In this first academic keynote address, Evgeny Chukharev-Hudilainen explores the relation between creativity and fluency in writing. He discusses how the psycholinguistics of text production can contribute to an understanding of how creativity in writing can positively be influenced.

As a cognitive complex process, writing involves not only high-level processing such as decision-making, selecting the appropriate rhetorical strategies and being creative, it also consists of low-level processing tasks such as vocabulary retrieval, syntax and planning. In competent writers this low-level processing is well automatized, so most of the attention resources are available for high-level writing processes. However, if low-level processing is disfluent and, as a result, requires more working memory, high-level processing and the potential for creativity is diminished. One way of promoting creativity is thus to automate low-level processing.

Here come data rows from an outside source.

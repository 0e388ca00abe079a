"""The public Python API (``import skyplan``): the same answers as the command, aware times,
astropy tables with units, notices as warnings, and computed values against outside
references, each named beside its check:

* skyfield's almanac (Rhodes 2019, ASCL 1907.024), ``find_settings`` for the Sun's upper limb
  at −50′ (the definition skyplan uses), on the DE421 ephemeris bundled by skyfield-data;
* astropy's ``AltAz`` frame (astropy 6+, ERFA's observed-place routines) for a geometric
  altitude and azimuth at an instant;
* SIMBAD's ICRS J2000 place of Vega (α Lyr): 18h36m56.33635s +38°47′01.2802″ (from the
  Hipparcos new reduction, van Leeuwen 2007).
"""

from __future__ import annotations

import datetime as dt
import json
import subprocess
import sys
import warnings

import numpy as np
import pytest

import skyplan
from skyplan.cli.app import main

DATE = "2026-12-18"


def cli_json(args: list[str], capsys) -> object:
    """What the command writes with ``--format json`` (notes off)."""
    capsys.readouterr()
    with pytest.raises(SystemExit) as stop:
        main([*args, "--format", "json", "--quiet"])
    assert stop.value.code == 0
    return json.loads(capsys.readouterr().out)


@pytest.fixture(scope="module")
def demo():
    site = skyplan.site(demo=True)
    night = skyplan.night(site, DATE)
    programme = skyplan.read_targets(demo=True)
    return site, night, programme


# ------------------------------------------------------------------ import and names


def test_import_is_light_and_names_load_on_first_use() -> None:
    code = ("import sys, skyplan\n"
            "heavy = {'numpy', 'astropy', 'skyfield', 'typer', 'rich'} & "
            "{m.split('.')[0] for m in sys.modules}\n"
            "assert not heavy, heavy\n"
            "assert skyplan.Limits is __import__('skyplan.inputs.limits', "
            "fromlist=['x']).Limits\n"
            "assert callable(skyplan.windows) and 'plan' in dir(skyplan)\n")
    subprocess.run([sys.executable, "-c", code], check=True)
    with pytest.raises(AttributeError):
        skyplan.no_such_name  # noqa: B018


def test_sites_named_demo_and_from_coordinates() -> None:
    assert skyplan.site(demo=True).name == "Hollowmere"
    here = skyplan.site(lat_deg=28.7606, lon_deg=-17.8816, elevation_m=2396, tz="Atlantic/Canary")
    assert (here.lat_deg, here.lon_deg, here.zone) == (28.7606, -17.8816, "Atlantic/Canary")
    with pytest.raises(skyplan.InputError, match="outside -90..90"):
        skyplan.site(lat_deg=91.0, lon_deg=0.0)
    with pytest.raises(skyplan.InputError, match="lon_deg"):
        skyplan.site(lat_deg=10.0)


# ------------------------------------------------------------------ night


def test_night_agrees_with_the_command(demo, capsys) -> None:
    _, night, _ = demo
    assert night.to_records() == cli_json(["night", "--demo"], capsys)


def test_night_times_are_aware(demo) -> None:
    _, night, _ = demo
    for when in (night.sunset, night.sunrise, night.local_midnight, *night.dusk.values(),
                 *night.dawn.values()):
        assert when.tzinfo is not None and when.utcoffset() == dt.timedelta(0)
    assert night.sunset < night.dusk["astronomical"] < night.local_midnight < night.sunrise
    assert night.local_midnight.astimezone(night.site.tzinfo).time() == dt.time(0, 0)


def test_night_table_has_time_columns(demo) -> None:
    from astropy.time import Time

    _, night, _ = demo
    table = night.to_table()
    assert table.colnames == ["event", "time"] and isinstance(table["time"], Time)
    sunset = table["time"][list(table["event"]).index("sunset")]
    assert abs((sunset.to_datetime(timezone=dt.UTC) - night.sunset).total_seconds()) < 1e-3


def test_sunset_against_skyfield(demo) -> None:
    """skyfield almanac.find_settings, the Sun's upper limb at −50′ (as ours): within 5 s."""
    from skyfield import almanac
    from skyfield.api import Loader, wgs84
    from skyfield_data import get_skyfield_data_path

    site, night, _ = demo
    with warnings.catch_warnings():
        warnings.simplefilter("ignore", RuntimeWarning)  # skyfield-data's IERS file age
        load = Loader(get_skyfield_data_path(), verbose=False)
    ts = load.timescale(builtin=True)
    eph = load("de421.bsp")
    place = eph["earth"] + wgs84.latlon(site.lat_deg, site.lon_deg, site.elevation_m)
    noon = dt.datetime.combine(night.date, dt.time(12, 0), tzinfo=site.tzinfo)
    t, real = almanac.find_settings(place, eph["sun"], ts.from_datetime(noon),
                                    ts.from_datetime(noon + dt.timedelta(days=1)))
    reference = t[real][0].utc_datetime()
    assert abs((night.sunset - reference).total_seconds()) < 5.0


# ------------------------------------------------------------------ windows


def test_windows_agree_with_the_command(demo, capsys) -> None:
    site, night, programme = demo
    found = skyplan.windows(programme, site, night)
    assert found.to_records() == cli_json(["windows", "--demo"], capsys)["targets"]


def test_limits_as_the_command_reads_them(demo, capsys) -> None:
    site, night, programme = demo
    limits = skyplan.limits(site, min_alt=35.0, moon_gap=30.0)
    assert isinstance(limits, skyplan.Limits) and limits.min_alt_deg == 35.0
    found = skyplan.windows(programme, site, night, limits)
    assert found.to_records() == cli_json(
        ["windows", "--demo", "--min-alt", "35", "--moon-gap", "30"], capsys)["targets"]
    with pytest.raises(skyplan.InputError, match="minimum altitude"):
        skyplan.limits(min_alt=95.0)


def test_windows_table_columns_and_units(demo) -> None:
    import astropy.units as u
    from astropy.time import Time

    site, night, programme = demo
    table = skyplan.windows(programme, site, night).to_table()
    assert len(table) == len(programme)
    for name in ("name", "ra", "dec", "rise", "transit", "set", "transit_alt", "usable",
                 "best_time", "best_airmass", "status", "lost_moon"):
        assert name in table.colnames
    assert table["ra"].unit == u.deg and table["transit_alt"].unit == u.deg
    assert table["usable"].unit == u.min and table["lost_moon"].unit == u.min
    assert isinstance(table["transit"], Time) and table["transit"].scale == "utc"
    records = skyplan.windows(programme, site, night).to_records()
    assert np.allclose(table["usable"].to_value(u.min),
                       [r["usable_minutes"] for r in records], atol=0.006)


def test_window_edges_are_aware_and_inside_the_night(demo) -> None:
    site, night, programme = demo
    found = skyplan.windows(programme, site, night)
    name = next(r["name"] for r in found.to_records() if r["windows"])
    edges = found.windows_of(name)
    assert edges and all(a.tzinfo is not None and a < b for a, b in edges)
    assert night.sunset <= edges[0][0] and edges[-1][1] <= night.sunrise
    with pytest.raises(KeyError):
        found.windows_of("no such target")


# ------------------------------------------------------------------ plan


def test_plan_agrees_with_the_command(demo, capsys) -> None:
    site, night, programme = demo
    made = skyplan.plan(programme, site, night, method="dispatch")
    doc = cli_json(["plan", "--demo", "--method", "dispatch"], capsys)
    assert made.to_records() == doc["observations"]
    ours = made.to_document()
    for key in ("site", "night", "limits", "overheads", "not_placed", "metrics"):
        assert ours[key] == doc[key]
    assert [n for n, _, _ in made.not_placed] == [r["name"] for r in doc["not_placed"]]


def test_plan_table(demo) -> None:
    import astropy.units as u

    site, night, programme = demo
    made = skyplan.plan(programme, site, night, method="dispatch")
    table = made.to_table()
    assert len(table) == len(made) > 0
    assert table["exposure"].unit == u.s and table["alt_mid"].unit == u.deg
    assert (table["start"] < table["end"]).all()
    assert list(table["name"]) == [r["name"] for r in made.to_records()]


def test_plan_settings_are_checked(demo) -> None:
    site, night, programme = demo
    with pytest.raises(skyplan.InputError, match="exposure_s"):
        skyplan.plan(programme, site, night, exposure_s=-1.0)
    with pytest.raises(skyplan.InputError, match="repeats"):
        skyplan.plan_settings(repeats=0)


def test_nothing_observable(demo) -> None:
    site, night, _ = demo
    south = skyplan.targets(["HIP 30438"])  # Canopus, δ −52.7°: below 38° N's horizon
    with pytest.raises(skyplan.NothingObservable):
        skyplan.plan(south, site, night)


# ------------------------------------------------------------------ names and positions


def test_names_resolve_offline() -> None:
    found = skyplan.targets(["M 42", "Vega", "Jupiter"])
    table = found.to_table()
    assert list(table["name"]) == ["M 42", "Vega", "Jupiter"]
    assert list(table["body"]) == ["", "", "jupiter"]
    with pytest.raises(skyplan.InputError):
        skyplan.targets(["no such thing 123"])


def test_find_against_simbad() -> None:
    """SIMBAD: Vega at 18h36m56.33635s +38°47′01.2802″ (ICRS, J2000): within 0.05″."""
    vega = skyplan.find(["Vega"], at="2026-12-18T22:00Z").to_table()
    ra_ref = (18 + 36 / 60 + 56.33635 / 3600) * 15.0
    dec_ref = 38 + 47 / 60 + 1.2802 / 3600
    assert abs(vega["ra"][0].value - ra_ref) * np.cos(np.radians(dec_ref)) * 3600 < 0.05
    assert abs(vega["dec"][0].value - dec_ref) * 3600 < 0.05


def test_convert_agrees_with_the_command(demo, capsys) -> None:
    site, _, _ = demo
    ours = skyplan.convert(["M 42", "Vega"], site=site, at=f"{DATE}T22:00").to_records()
    assert ours == cli_json(["convert", "M 42", "Vega", "--demo", "--at", f"{DATE}T22:00"],
                            capsys)


def test_horizon_place_against_astropy(demo) -> None:
    """astropy AltAz, no refraction (pressure 0), for a fixed ICRS place (Vega's J2000 one,
    without its motion) at 2026-12-18 18:00 UTC: within 1″."""
    import astropy.units as u
    from astropy.coordinates import AltAz, EarthLocation, SkyCoord
    from astropy.time import Time

    site, _, _ = demo
    when = dt.datetime(2026, 12, 18, 18, 0, tzinfo=dt.UTC)
    ra_deg, dec_deg = 279.23473479, 38.78368896
    ours = skyplan.convert([str(ra_deg), str(dec_deg)], site=site, at=when,
                           refraction="none").to_table()
    place = SkyCoord(ra=ra_deg * u.deg, dec=dec_deg * u.deg, frame="icrs").transform_to(AltAz(
        obstime=Time(when), pressure=0 * u.hPa,
        location=EarthLocation.from_geodetic(site.lon_deg * u.deg, site.lat_deg * u.deg,
                                             site.elevation_m * u.m)))
    assert abs((ours["alt"][0] - place.alt).to_value(u.arcsec)) < 1.0
    d_az = (ours["az"][0] - place.az).to_value(u.deg)
    assert abs((d_az + 180.0) % 360.0 - 180.0) * 3600 * np.cos(place.alt.rad) < 1.0


def test_a_bare_datetime_is_refused(demo) -> None:
    site, _, _ = demo
    with pytest.raises(skyplan.InputError, match="time zone"):
        skyplan.convert(["Vega"], site=site, at=dt.datetime(2026, 12, 18, 22, 0))


# ------------------------------------------------------------------ notices as warnings


def test_skipped_rows_are_a_skyplan_warning(tmp_path, capsys) -> None:
    path = tmp_path / "targets.csv"
    path.write_text("name,ra,dec\nA,10.0,20.0\nB,abc,20.0\n", encoding="utf-8")
    with pytest.warns(skyplan.SkyplanWarning, match="skipped 1 malformed row"):
        found = skyplan.read_targets(path, skip_bad_rows=True)
    assert list(found.names) == ["A"]
    assert issubclass(skyplan.SkyplanWarning, UserWarning)
    with pytest.raises(skyplan.InputError):
        skyplan.read_targets(path)
    # the command still prints it as a plain note
    capsys.readouterr()
    with pytest.raises(SystemExit):
        main(["convert", str(path), "--skip-bad-rows", "--to", "galactic"])
    err = capsys.readouterr().err.splitlines()
    assert any(line.startswith("skyplan: note: ") and "skipped 1 malformed row" in line
               and "SkyplanWarning" not in line for line in err)


def test_no_warning_without_a_notice(demo) -> None:
    site, _, _ = demo
    with warnings.catch_warnings():
        warnings.simplefilter("error")
        skyplan.night(site, DATE)


def test_the_session_in_the_docs_runs(capsys) -> None:
    from pathlib import Path

    text = (Path(__file__).parents[1] / "docs" / "api.md").read_text(encoding="utf-8")
    blocks = [b.split("```", 1)[0] for b in text.split("```python\n")[1:]]
    assert blocks
    for block in blocks:
        exec(compile(block, "docs/api.md", "exec"), {})  # noqa: S102
    assert "longest window:" in capsys.readouterr().out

Current writing instruction is not well designed to achieve this automating goal. The feedback students receive on their writing is very product-oriented and hardly takes the writing process into consideration. With this in mind, Evgeny Chukharev-Hudilainen and his research team developed computer-assisted learning tools, combining keystroke-logging and eye-tracking, to provide feedback on the finished text as well as on the writing process. The data obtained from these tools can then be used to provide more actionable writing tutorials, modify the actual writing process and give insight into how students learn to write.

One can conclude that to foster creativity in writing, it is crucial to reduce the cognitive load of low-level processing tasks, avoid interruptions and increase the fluency of writing.